Personal information
- Born: Kenichi Mineyama August 18, 1973 Minamitane, Kagoshima, Japan
- Died: July 2, 2021 (aged 47) Nagoya, Japan
- Height: 1.81 m (5 ft 11 in)
- Weight: 136 kg (300 lb)

Career
- Stable: Miyagino
- Record: 582-572-14
- Debut: March, 1989
- Highest rank: Maegashira 9 (January 2002)
- Retired: January 2008
- Elder name: See retirement
- Championships: 1 (Jonokuchi)
- Last updated: June 2020

= Kōbō Kenichi =

Sumo wrestler (1973–2021)

Kōbō Kenichi (born as Kenichi Mineyama; August 18, 1973 – July 2, 2021) was a Japanese sumo wrestler. His highest rank was maegashira 9.

==Career==
Kōbō made his professional debut in March 1989 at the age of 15. He worked his way quickly through the lowest three divisions, making his makushita debut shortly after his 18th birthday, less than three years into his career. However, he was unable to advance further for several years, reaching sekitori status only in January 1999 upon promotion to the second highest jūryō division, after nearly ten years of toiling in the lower divisions.

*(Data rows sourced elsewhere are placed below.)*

/** One piece of a cross-validated fit (see the module comment). `mix` indexes the fit's mixes. */
export type FitTask =
  /** A mix's full-data path: its grid's top, the grid, and the path down it. */
  | { kind: "path"; mix: number }
  /**
   * Fold `fold` of deal `deal` solved down `strengths` (the mix's full-data path strengths) and
   * scored on its held-out rows. `keepPath`: return the standardized coefficients at every strength
   * (the chosen mix's fold models come from them); `keepSigns`: return their signs (repeats' kept shares).
   */
  | { kind: "fold"; mix: number; deal: number; fold: number; strengths: number[]; keepPath: boolean; keepSigns: boolean }
  /** An exact-ridge fold of the first deal (kernel form, which keeps no path): its coefficients at one strength. */
  | { kind: "fold-point"; mix: number; fold: number; strength: number }
  /** Outer fold `outer` of the honest error (honest.ts): the whole procedure on its training rows, scored on its held-out rows. */
  | { kind: "honest"; outer: number }
  /**
   * The sums of the fit's row blocks `from` … `to` − 1 (problem.ts blockSumsOf), for a session
   * opened with `FitTaskInput.rows`: part of the one pass over the data a gram-form fit starts
   * with, the rest summed meanwhile by the coordinator (fit.ts pooledProblems).
   */
  | { kind: "block-sums"; from: number; to: number };

export type FitTaskResult =
  /** The task found the input can't be fitted: the fit throws this InputError (in task order). */
  | { kind: "failed"; code: InputErrorCode; message: string }
  | { kind: "path"; top: number; run: PathRun | LogisticRun; warnings: FitWarning[] }
  | {
      kind: "fold";
      /** Held-out measure at each strength. */
      errors: Float64Array;
      sweeps: number;
      stepHalvings: number;
      maxKktViolation: number;
      converged: boolean;
      /** The fold's standardization (with keepPath). */
      std: Standardization | null;
      /** Standardized coefficients at each strength (keepPath; null for an exact-ridge fold in kernel form: see "fold-point"). */
      path: Float64Array[] | null;
      /** keepSigns: strengths × terms signs (−1, 0, 1; 0 for a column constant in the fold). */
      signs: Int8Array | null;
    }
  | { kind: "fold-point"; coefficients: Float64Array }
  | { kind: "honest"; fold: HonestFold }
  | { kind: "block-sums"; sums: BlockSums[] };

/** What every worker receives once per fit: the inputs (data units) and the options without callbacks. */
export interface FitTaskInput {
  predictors: ColumnMatrix;
  target: Float64Array;
  options: Record<string, unknown>;
  /**
   * Instead of the inputs, what the tasks read, already built (fit.ts decides when: gram-form
   * fits scored by squared error, whose folds need only their sums): the worker then skips the
   * pass over the data. Opaque here; predictors and target are empty then.
   */
  snapshot?: unknown;
  /**
   * Instead of a fit to run, the rows "block-sums" tasks read, in memory shared with the
   * coordinator (TaskPool.sharedValues; fit.ts decides what they hold); opaque here. The fit's own
   * tasks run in a later session, opened with the fit's input.
   */
  rows?: unknown;
}

/** A fit's use of a pool: open once, run batches of tasks, close. */
export interface TaskSession {
  /**
   * Runs `tasks`; `consume(i, result)` is called for i = 0, 1, … in task order (whatever order they
   * finish in), `finished(i)` as each task completes. Resolves once every result is consumed;
   * rejects with CancelledError when `signal` is raised (within POLL_MS), with the error `consume`
   * throws, or with a worker's failure (an InputError keeps its code and message).
   */
  run(tasks: readonly FitTask[], consume: (index: number, result: FitTaskResult) => void, finished: (index: number) => void, signal?: CancelSignal): Promise<void>;
  /** Ends the session (the workers stay for the next fit unless the session failed or was cancelled). */
  close(): void;
}

/** Runs a fit's tasks; `fitAsync(x, y, options, { pool })` uses it. */
export interface TaskPool {
  /** Number of workers. */
  readonly size: number;
  /** Starts a fit: every worker receives `input` once and builds its context from it. */
  open(input: FitTaskInput): TaskSession;
  /** Stops every worker. */
  dispose(): void;
  /**
   * Optional: `length` doubles in memory the workers share with this thread (a view of a
   * SharedArrayBuffer; a message carrying it copies nothing), reused from fit to fit: what is
   * written there before a task is posted is what the task reads. Absent, or null, where workers
   * can't share memory (the add-in's Web Workers without cross-origin isolation): fits then do
   * their set-up in this thread.
   */
  sharedValues?(length: number): Float64Array | null;
}

/** Messages to a task worker. */
export type ToTaskWorker = { type: "open"; session: number; input: FitTaskInput } | { type: "task"; session: number; id: number; task: FitTask };

/** An error as it crosses a worker boundary. */
export interface PlainTaskError {
  kind: "input" | "cancelled" | "other";
  code?: InputErrorCode;
  name: string;
  message: string;
}

/** Messages from a task worker. */
export type FromTaskWorker =
  | { type: "result"; session: number; id: number; result: FitTaskResult }
  | { type: "error"; session: number; id: number; error: PlainTaskError };

/** Turns a thrown value into plain data. */
export function plainTaskError(error: unknown): PlainTaskError {
  if (error instanceof InputError) return { kind: "input", code: error.code, name: error.name, message: error.message };
  if (error instanceof CancelledError) return { kind: "cancelled", name: error.name, message: error.message };
  if (error instanceof Error) return { kind: "other", name: error.name, message: error.message };
  return { kind: "other", name: "Error", message: String(error) };
}

/** Rebuilds the engine's error classes from plain data. */
export function fromPlainTaskError(plain: PlainTaskError): Error {
  if (plain.kind === "input") return new InputError(plain.code ?? "setting", plain.message);
  if (plain.kind === "cancelled") return new CancelledError();
  const error = new Error(plain.message);
  error.name = plain.name;
  return error;
}

/**
 * The worker side: a message handler that builds the fit's context on "open" (with `openContext`,
 * fit.ts openTaskContext) and answers each "task" with its result (`run`, fit.ts runFitTask), in the
 * order received. `post` sends a message back.
 *
 * Results are copied, never transferred. Transferring detaches the sender's ArrayBuffer, and the
 * first detach in a V8 isolate invalidates its "array buffer detaching" protector: from then on
 * optimized code must check every typed array it reads for detachment, and the engine's loops,
 * which are nearly all typed array reads, run ~25% slower in that worker for good. Measured on
 * 1,000 × 50 with one worker thread, CPU per pooled fit in the worker: 116–121 ms with the
 * results' buffers transferred, 92–100 ms with them copied, and the same 115–121 ms when the
 * copying worker detaches one 8-byte buffer of its own at start-up. Copying a result costs far
 * less (a fold's path is at most a few hundred kB).
 */
export function createTaskHost<Context>(
  post: (message: FromTaskWorker) => void,
  openContext: (input: FitTaskInput) => Context,
  run: (context: Context, task: FitTask) => FitTaskResult,
): (message: ToTaskWorker) => void {
  let session = -1;
  let context: Context | null = null;
  let failure: unknown = null;
  return (message) => {
    if (message.type === "open") {
      session = message.session;
      context = null;
      failure = null;
      try {
        context = openContext(message.input);
      } catch (error) {
        failure = error;
      }
      return;
    }
    if (message.session !== session) return;
    try {
      if (context === null) throw failure ?? new Error("task worker: no fit opened");
      const result = run(context, message.task);
      post({ type: "result", session, id: message.id, result });
    } catch (error) {
      post({ type: "error", session, id: message.id, error: plainTaskError(error) });
    }
  };
}

/** The part of a worker the pool uses (worker_threads Worker or Web Worker, adapted). */
export interface TaskEndpoint {
  post(message: ToTaskWorker, transfer?: ArrayBuffer[]): void;
  /** Installs the handlers (called once, right after the endpoint is made). */
  listen(onMessage: (message: FromTaskWorker) => void, onError: (error: unknown) => void): void;
  terminate(): void;
  /** Optional: keep the host alive while the worker has work (Node's ref/unref); idle workers must not. */
  hold?(busy: boolean): void;
}

/** Raised when no worker could be started or the first one failed before answering: callers may fit sequentially instead. */
export class PoolUnavailableError extends Error {
  constructor(detail: string) {
    super(`the worker pool is unavailable: ${detail}`);
    this.name = "PoolUnavailableError";
  }
}

/** How often a running batch reads the cancel signal, in ms. */
export const POLL_MS = 10;

interface Running {
  tasks: readonly FitTask[];
  consume: (index: number, result: FitTaskResult) => void;
  finished: (index: number) => void;
  signal?: CancelSignal;
  resolve: () => void;
  reject: (error: unknown) => void;
  /** The first task not yet started (every earlier one has been). */
  next: number;
  /** Which tasks have been handed to a worker. */
  started: Uint8Array;
  /** Affinity key (taskAffinity) → the worker slot that first ran a task with it. */
  owners: Map<number, number>;
  consumed: number;
  results: (FitTaskResult | undefined)[];
  /** Worker slot → the task indices it has been sent and not yet answered, in the order sent. */
  busy: number[][];
  /** Tasks not yet started. */
  left: number;
  timer: ReturnType<typeof setInterval> | null;
}

/** Tasks a worker is sent ahead of its answers (see WorkerPool.feed). */
const QUEUE_DEPTH = 2;

/**
 * The training problem a task solves, as a number (null: none worth keeping a worker to). A
 * worker's context keeps what it built for a problem (its sums turned into a problem, the
 * eigendecomposition shared by the exact ridge path and the other mixes' Newton steps), so the
 * tasks of one fold are best run by one worker: measured on 20,000 × 100 with two workers and
 * tasks dealt in order, each worker ended up decomposing nearly every fold, and a pooled fit
 * took 1.5 × the CPU of a sequential one.
 */
export function taskAffinity(task: FitTask): number | null {
  if (task.kind === "path") return -1;
  if (task.kind === "block-sums") return null;
  if (task.kind === "fold") return task.deal * 65536 + task.fold;
  if (task.kind === "fold-point") return task.fold;
  return null;
}

/**
 * The task worker `slot` takes next: the first not yet started whose problem no other worker
 * has claimed (taking it claims it), else the first not yet started. Which worker runs a task
 * never changes its result, and results are still handed over in task order.
 */
function pickTask(running: Running, slot: number): number {
  let fallback = -1;
  for (let i = running.next; i < running.tasks.length; i++) {
    if (running.started[i]) continue;
    const key = taskAffinity(running.tasks[i]);
    const owner = key === null ? undefined : running.owners.get(key);
    if (owner === undefined || owner === slot) {
      if (key !== null && owner === undefined) running.owners.set(key, slot);
      return i;
    }
    if (fallback < 0) fallback = i;
  }
  return fallback;
}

He reached the top makuuchi division for the first time in November 2001 but only lasted two tournaments before being demoted. He returned on two other occasions but he largely remained a veteran of the jūryō division, in which he spent 44 tournaments. For a long period he was the highest ranking wrestler in Miyagino stable, before the emergence of Hakuho, now a yokozuna. In July 2007, he fell to the unsalaried makushita division for the first time since September 2000, and he announced his retirement in December of that year.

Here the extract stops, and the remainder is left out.